### Goal of the exercise
Go through the data below and copy each line where the word "scope" occurs.

### Available data

---------------

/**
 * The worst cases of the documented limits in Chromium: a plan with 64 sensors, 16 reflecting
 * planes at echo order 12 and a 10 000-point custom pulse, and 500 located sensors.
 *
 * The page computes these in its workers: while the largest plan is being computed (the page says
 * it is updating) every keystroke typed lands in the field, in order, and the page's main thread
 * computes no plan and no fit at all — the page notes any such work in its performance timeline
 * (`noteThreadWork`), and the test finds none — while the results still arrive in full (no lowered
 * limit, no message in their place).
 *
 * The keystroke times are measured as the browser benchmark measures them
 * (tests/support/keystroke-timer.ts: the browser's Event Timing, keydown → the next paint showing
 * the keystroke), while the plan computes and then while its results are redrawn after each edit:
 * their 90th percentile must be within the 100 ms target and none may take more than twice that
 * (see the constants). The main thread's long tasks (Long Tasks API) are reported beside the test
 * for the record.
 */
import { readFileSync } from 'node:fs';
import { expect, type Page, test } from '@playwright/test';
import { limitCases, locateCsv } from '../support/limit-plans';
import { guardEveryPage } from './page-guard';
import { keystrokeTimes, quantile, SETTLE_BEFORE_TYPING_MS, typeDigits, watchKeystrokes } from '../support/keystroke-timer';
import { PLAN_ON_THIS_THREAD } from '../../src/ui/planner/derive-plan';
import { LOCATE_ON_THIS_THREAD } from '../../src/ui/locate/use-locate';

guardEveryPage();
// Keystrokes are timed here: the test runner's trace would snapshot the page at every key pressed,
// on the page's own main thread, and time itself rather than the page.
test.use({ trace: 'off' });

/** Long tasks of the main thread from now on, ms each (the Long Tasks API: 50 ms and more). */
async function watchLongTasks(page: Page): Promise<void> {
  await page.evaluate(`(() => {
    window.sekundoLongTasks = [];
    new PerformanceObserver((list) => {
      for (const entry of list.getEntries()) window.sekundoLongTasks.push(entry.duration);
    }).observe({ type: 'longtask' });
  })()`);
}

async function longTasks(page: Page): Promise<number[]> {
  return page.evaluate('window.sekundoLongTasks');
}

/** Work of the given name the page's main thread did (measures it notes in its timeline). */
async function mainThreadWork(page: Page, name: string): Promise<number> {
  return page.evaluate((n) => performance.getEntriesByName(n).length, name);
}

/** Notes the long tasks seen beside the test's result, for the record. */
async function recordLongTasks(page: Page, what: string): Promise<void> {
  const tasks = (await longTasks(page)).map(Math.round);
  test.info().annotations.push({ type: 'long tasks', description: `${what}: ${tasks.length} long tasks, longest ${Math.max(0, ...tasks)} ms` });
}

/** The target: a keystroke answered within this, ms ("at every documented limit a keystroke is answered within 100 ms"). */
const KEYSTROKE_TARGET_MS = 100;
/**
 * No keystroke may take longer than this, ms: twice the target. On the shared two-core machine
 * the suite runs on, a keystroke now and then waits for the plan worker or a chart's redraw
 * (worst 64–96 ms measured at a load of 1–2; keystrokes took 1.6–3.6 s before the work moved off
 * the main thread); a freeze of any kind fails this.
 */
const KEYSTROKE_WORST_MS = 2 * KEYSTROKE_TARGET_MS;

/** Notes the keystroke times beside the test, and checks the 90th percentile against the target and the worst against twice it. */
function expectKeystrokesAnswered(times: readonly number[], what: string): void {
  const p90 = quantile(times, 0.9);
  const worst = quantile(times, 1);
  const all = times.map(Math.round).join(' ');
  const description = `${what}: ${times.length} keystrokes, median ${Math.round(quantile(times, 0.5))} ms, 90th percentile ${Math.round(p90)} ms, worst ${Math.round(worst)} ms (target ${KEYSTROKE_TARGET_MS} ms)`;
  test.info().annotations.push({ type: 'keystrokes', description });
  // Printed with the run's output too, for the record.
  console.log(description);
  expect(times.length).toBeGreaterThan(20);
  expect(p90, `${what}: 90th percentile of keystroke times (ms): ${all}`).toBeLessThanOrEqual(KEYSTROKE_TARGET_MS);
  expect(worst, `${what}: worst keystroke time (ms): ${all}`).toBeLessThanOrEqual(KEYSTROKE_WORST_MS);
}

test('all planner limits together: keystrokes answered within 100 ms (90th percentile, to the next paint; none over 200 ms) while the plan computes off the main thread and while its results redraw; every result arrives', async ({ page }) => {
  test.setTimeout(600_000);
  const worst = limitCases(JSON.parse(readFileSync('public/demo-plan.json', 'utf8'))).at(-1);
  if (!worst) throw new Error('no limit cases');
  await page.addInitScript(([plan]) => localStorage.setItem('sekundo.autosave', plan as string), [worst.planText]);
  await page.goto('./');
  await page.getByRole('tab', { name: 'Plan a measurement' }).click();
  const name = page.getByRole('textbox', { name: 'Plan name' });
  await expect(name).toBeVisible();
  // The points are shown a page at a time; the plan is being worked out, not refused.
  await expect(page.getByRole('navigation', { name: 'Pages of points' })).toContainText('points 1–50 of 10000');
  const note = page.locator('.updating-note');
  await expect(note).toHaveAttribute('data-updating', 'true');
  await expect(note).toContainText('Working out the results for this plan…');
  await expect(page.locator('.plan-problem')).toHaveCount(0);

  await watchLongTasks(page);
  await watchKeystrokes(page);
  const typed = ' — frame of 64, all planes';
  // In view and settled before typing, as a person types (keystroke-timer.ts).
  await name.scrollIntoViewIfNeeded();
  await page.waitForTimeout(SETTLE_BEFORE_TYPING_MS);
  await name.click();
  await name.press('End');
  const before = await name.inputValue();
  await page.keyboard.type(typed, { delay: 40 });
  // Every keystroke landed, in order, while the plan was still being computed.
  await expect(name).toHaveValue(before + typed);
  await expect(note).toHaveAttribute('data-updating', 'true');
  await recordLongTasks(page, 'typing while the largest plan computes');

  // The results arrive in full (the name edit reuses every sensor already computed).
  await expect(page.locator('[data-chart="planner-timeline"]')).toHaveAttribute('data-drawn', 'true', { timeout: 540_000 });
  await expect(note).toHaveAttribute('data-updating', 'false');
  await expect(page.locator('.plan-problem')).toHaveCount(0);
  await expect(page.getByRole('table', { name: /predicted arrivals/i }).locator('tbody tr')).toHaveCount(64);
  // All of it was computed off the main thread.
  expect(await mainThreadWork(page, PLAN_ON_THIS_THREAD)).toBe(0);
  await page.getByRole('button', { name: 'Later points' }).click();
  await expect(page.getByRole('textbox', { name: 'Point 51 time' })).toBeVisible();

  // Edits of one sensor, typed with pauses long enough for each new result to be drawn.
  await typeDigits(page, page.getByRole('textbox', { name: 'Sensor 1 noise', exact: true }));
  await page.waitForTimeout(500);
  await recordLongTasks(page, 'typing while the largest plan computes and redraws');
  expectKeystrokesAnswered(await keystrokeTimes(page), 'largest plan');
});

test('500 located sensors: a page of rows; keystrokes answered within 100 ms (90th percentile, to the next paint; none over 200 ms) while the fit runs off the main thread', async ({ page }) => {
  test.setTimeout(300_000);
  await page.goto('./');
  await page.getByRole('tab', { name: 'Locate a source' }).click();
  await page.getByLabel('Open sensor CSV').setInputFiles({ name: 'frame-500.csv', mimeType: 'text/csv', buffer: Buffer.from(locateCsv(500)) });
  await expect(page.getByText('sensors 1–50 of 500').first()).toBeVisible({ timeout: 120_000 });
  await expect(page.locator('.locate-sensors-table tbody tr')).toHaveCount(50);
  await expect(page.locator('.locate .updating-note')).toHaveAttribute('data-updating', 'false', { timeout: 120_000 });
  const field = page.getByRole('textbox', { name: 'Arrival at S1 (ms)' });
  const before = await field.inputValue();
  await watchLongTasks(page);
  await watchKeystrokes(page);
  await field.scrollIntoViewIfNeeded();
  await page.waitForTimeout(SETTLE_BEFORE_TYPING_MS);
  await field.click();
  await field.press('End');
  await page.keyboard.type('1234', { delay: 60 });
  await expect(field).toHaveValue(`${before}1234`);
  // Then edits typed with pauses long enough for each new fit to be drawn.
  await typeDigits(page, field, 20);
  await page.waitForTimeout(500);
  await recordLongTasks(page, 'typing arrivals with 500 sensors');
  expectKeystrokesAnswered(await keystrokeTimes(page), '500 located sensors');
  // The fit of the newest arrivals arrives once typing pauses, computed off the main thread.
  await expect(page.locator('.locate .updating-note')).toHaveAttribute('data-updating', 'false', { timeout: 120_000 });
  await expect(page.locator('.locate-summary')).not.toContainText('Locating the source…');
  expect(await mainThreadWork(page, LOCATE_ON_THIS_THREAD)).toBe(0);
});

---------------

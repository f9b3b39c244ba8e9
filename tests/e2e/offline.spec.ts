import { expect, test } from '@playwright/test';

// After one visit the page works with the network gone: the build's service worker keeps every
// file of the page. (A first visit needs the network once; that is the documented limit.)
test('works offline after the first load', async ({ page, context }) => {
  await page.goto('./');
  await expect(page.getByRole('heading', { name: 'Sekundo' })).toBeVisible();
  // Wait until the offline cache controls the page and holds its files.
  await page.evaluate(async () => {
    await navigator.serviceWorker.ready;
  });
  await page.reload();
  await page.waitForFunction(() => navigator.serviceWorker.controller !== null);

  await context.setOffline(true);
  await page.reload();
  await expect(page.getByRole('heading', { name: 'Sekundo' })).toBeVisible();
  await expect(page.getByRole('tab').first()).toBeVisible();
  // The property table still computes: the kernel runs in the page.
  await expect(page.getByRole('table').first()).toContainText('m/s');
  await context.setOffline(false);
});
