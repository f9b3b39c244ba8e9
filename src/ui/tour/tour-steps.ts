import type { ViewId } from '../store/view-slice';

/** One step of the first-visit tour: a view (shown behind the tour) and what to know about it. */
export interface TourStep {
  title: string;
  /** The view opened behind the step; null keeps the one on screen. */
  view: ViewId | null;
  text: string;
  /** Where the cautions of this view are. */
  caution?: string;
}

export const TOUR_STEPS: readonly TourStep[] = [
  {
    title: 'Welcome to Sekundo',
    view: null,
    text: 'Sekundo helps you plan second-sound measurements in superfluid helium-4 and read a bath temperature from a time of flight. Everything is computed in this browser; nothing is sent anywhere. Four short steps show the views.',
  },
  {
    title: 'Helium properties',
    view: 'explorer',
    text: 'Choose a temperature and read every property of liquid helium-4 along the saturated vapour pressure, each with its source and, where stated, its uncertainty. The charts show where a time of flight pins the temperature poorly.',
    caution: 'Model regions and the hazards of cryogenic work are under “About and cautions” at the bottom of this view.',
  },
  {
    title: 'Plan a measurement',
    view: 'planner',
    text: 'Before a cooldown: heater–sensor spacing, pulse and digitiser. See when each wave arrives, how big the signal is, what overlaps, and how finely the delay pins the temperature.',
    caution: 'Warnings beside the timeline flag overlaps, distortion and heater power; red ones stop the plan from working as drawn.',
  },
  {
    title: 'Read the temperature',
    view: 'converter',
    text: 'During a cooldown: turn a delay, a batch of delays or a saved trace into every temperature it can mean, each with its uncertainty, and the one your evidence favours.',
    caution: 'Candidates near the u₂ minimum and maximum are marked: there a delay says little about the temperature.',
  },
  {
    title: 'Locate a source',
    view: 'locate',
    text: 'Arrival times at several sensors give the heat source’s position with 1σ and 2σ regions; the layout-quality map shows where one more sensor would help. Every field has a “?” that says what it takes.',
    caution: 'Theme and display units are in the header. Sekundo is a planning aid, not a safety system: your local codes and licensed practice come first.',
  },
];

---------------

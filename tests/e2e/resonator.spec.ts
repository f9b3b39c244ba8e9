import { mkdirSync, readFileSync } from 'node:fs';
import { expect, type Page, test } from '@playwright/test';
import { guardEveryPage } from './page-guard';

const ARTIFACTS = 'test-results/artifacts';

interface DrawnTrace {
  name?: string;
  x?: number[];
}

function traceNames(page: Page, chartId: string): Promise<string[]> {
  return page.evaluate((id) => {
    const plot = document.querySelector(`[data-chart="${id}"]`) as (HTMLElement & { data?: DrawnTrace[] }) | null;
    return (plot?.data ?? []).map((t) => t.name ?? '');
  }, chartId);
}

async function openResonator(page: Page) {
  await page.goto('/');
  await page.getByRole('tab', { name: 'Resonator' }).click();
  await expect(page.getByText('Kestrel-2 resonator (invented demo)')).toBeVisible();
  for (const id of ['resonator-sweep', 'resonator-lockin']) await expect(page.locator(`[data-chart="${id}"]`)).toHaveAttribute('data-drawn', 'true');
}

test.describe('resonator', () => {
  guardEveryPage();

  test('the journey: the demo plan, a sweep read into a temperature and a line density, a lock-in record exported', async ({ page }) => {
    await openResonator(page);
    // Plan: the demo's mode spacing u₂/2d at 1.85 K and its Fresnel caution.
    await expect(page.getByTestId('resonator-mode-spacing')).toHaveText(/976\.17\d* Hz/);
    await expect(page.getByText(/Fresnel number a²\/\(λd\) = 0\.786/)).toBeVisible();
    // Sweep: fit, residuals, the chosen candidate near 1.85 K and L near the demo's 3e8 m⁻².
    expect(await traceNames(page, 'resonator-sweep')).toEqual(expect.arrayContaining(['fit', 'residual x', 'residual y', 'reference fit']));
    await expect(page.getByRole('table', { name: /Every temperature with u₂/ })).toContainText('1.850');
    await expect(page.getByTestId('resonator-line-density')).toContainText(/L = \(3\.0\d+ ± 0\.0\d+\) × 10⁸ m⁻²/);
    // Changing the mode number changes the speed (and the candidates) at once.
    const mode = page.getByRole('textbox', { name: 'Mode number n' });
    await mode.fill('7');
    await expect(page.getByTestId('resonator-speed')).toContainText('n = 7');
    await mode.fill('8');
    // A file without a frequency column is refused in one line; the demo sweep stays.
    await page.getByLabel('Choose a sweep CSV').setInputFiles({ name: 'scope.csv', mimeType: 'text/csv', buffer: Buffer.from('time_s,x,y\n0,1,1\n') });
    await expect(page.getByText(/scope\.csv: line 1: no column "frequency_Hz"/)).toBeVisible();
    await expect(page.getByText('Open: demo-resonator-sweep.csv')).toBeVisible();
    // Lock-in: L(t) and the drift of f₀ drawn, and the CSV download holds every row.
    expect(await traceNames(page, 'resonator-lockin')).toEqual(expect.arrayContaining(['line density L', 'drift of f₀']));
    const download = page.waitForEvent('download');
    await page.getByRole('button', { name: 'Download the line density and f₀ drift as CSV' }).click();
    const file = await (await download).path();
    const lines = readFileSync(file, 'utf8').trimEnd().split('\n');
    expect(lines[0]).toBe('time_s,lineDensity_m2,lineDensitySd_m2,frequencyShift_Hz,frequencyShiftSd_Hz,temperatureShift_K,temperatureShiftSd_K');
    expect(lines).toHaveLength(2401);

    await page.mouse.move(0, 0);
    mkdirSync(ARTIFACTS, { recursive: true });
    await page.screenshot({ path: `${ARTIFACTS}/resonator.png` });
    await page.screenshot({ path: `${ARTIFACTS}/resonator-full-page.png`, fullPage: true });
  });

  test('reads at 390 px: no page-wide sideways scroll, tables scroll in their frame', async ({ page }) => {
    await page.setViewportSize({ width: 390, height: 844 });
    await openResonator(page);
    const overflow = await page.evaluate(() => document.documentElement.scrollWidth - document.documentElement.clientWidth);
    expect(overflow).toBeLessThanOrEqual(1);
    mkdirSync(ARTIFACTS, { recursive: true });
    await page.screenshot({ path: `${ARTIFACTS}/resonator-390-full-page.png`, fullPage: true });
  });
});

---------------

### Solution to the exercise
    await page.getByLabel('Choose a sweep CSV').setInputFiles({ name: 'scope.csv', mimeType: 'text/csv', buffer: Buffer.from('time_s,x,y\n0,1,1\n') });
    await expect(page.getByText(/scope\.csv: line 1: no column "frequency_Hz"/)).toBeVisible();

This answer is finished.